Forward Observer: Invisible Wounds
Mississippi Democrat wants to do a better job of protecting troops from long-lasting brain trauma inflicted by bombs.
Rep. Gene Taylor, D-Miss., already one of the GI's best friends in Congress, has launched himself on a new mission in hopes of sparing thousands of service men and women the misery of brain damage inflicted by hidden bombs in Afghanistan and Iraq.
Old-fashioned bombs have turned out to be the enemy's most diabolical weapon, inflicting two-thirds of the casualties.
The bombs seem to be everywhere in Afghanistan and Iraq: buried in the ground; crammed into vehicles; under the cloaks of suicidal men, women and children; on the tips of rockets.
The long-lasting damage inflicted on the brains of troopers near the blasts is just beginning to be understood. Congress, the president, the private and government medical communities and thousands of families are staring at an epidemic of brain trauma that will last 50 years.
"With IEDs [improvised explosive devices], the insurgents have by dumb luck developed a weapon system that targets our medical weakness: treating brain injury," Kevin Parker, assistant professor of biomedical engineering at Harvard University and an Army reserve captain who served in Afghanistan, told Technology Review, a magazine published by the Massachusetts Institute of Technology. The Review's long article, which described new findings about what explosives might be doing to the brains of troopers, helped spur Taylor to action.

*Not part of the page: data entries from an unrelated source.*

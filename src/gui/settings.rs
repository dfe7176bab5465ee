//! Settings kept between runs: brush size, overlay colour, tolerance, recent files, the last
//! folder and the window size, in `$XDG_CONFIG_HOME/reweave/settings.json` (or
//! `~/.config/reweave/settings.json`).

use std::path::PathBuf;

use serde::{Deserialize, Serialize};

/// Most recent files remembered.
pub const RECENT_MAX: usize = 10;

#[derive(Clone, Debug, PartialEq, Serialize, Deserialize)]
#[serde(default)]
pub struct Settings {
    pub radius: f32,
    pub overlay_rgba: [u8; 4],
    /// Show only the mask's outline.
    #[serde(default)]
    pub outline: bool,
    pub tolerance: f64,
    /// The fill method, and the scientific profile (no invented texture).
    pub method: crate::fill::FillMethod,
    pub scientific: bool,
    pub recent: Vec<PathBuf>,
    pub last_folder: Option<PathBuf>,
    pub window_size: Option<[f32; 2]>,
}

impl Default for Settings {
    fn default() -> Self {
        Self {
            radius: 4.0,
            overlay_rgba: [255, 40, 200, 140],
            outline: false,
            tolerance: 1e-6,
            method: crate::fill::FillMethod::Harmonic,
            scientific: false,
            recent: Vec::new(),
            last_folder: None,
            window_size: None,
        }
    }
}

impl Settings {
    /// Where the settings live, if a home or config folder is known.
    #[must_use]
    pub fn path() -> Option<PathBuf> {
        let base = std::env::var_os("XDG_CONFIG_HOME")
            .map(PathBuf::from)
            .filter(|p| p.is_absolute())
            .or_else(|| std::env::var_os("HOME").map(|h| PathBuf::from(h).join(".config")))?;
        Some(base.join("reweave").join("settings.json"))
    }

    /// The saved settings, or the defaults when there are none or they cannot be read.
    #[must_use]
    pub fn load() -> Self {
        Self::path()
            .and_then(|p| std::fs::read(p).ok())
            .and_then(|b| serde_json::from_slice(&b).ok())
            .unwrap_or_default()
    }

    /// Writes the settings (atomically); failures are returned as text for the status bar.
    pub fn save(&self) -> Result<(), String> {
        let path = Self::path().ok_or("no home folder to keep settings in")?;
        if let Some(dir) = path.parent() {
            std::fs::create_dir_all(dir).map_err(|e| e.to_string())?;
        }
        let json = serde_json::to_vec_pretty(self).map_err(|e| e.to_string())?;
        crate::raster::write_atomic(&path, |w| {
            use std::io::Write;
            w.write_all(&json).map_err(|e| e.to_string())
        })
        .map_err(|e| e.to_string())
    }

    /// Puts `path` first in the recent files.
    pub fn remember(&mut self, path: &std::path::Path) {
        let path = &path.canonicalize().unwrap_or_else(|_| path.to_owned());
        self.recent.retain(|p| p != path);
        self.recent.insert(0, path.to_owned());
        self.recent.truncate(RECENT_MAX);
        self.last_folder = path.parent().map(std::path::Path::to_owned);
    }
}

#[cfg(test)]
mod tests {
    use super::*;

    #[test]
    fn recent_files_are_unique_newest_first_and_bounded() {
        let mut s = Settings::default();
        for k in 0..15 {
            s.remember(std::path::Path::new(&format!("/data/scan-{k}.tif")));
        }
        s.remember(std::path::Path::new("/data/scan-3.tif"));
        assert_eq!(s.recent.len(), RECENT_MAX);
        assert_eq!(s.recent[0], PathBuf::from("/data/scan-3.tif"));
        assert_eq!(s.recent.iter().filter(|p| p.ends_with("scan-3.tif")).count(), 1);
        assert_eq!(s.last_folder, Some(PathBuf::from("/data")));
        let json = serde_json::to_string(&s).unwrap();
        assert_eq!(serde_json::from_str::<Settings>(&json).unwrap(), s);
    }
}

One such new finding, or at least a strong suspicion, is that an explosion not only rocks the brain and hurls it against the hard inside surface of the skull but also sends an electromagnetic pulse into the brain.
Scientists studying computer models of the head believe the main passageways to the brain for an explosion's damaging forces are the eyes and sinuses. Present day brain scanners cannot detect damage from electrical hits, according to scientists. Taylor wants to find out if today's helmets could be quickly modified and grounding gear added to body armor to protect troopers' brains.
"The brain is an electrical organ," reasons Army Col. Geoffrey Ling, an Iraqi veteran who is now studying the brain as a neurologist at Walter Reed Army Medical Center and as a program director at the Pentagon's advanced research projects agency. "If an electromagnetic pulse can take out a radio, why not short circuit the brain?" he asked Technology Review.
Taylor told CongressDaily that the logical first step for educating Congress on that and other possible causes of traumatic brain injury is to hear from Ling and other experts.
Taylor said the quickest way for the lawmakers to get educated is to hold a briefing rather than take the time to organize formal hearings. His plan is to start out by mobilizing the House Armed Services Seapower Subcommittee, which he chairs, and the Air and Land Forces Subcommittees, chaired by Rep. Neil Abercrombie, D-Hawaii.
If the experts make the case for redesigning helmets and equipping troopers with ground gear to prevent brain damage, Taylor and others who have pushed the Pentagon into fielding body armor and IED-resistant vehicles almost certainly will demand that the Pentagon do more to safeguard the brains of deployed service people.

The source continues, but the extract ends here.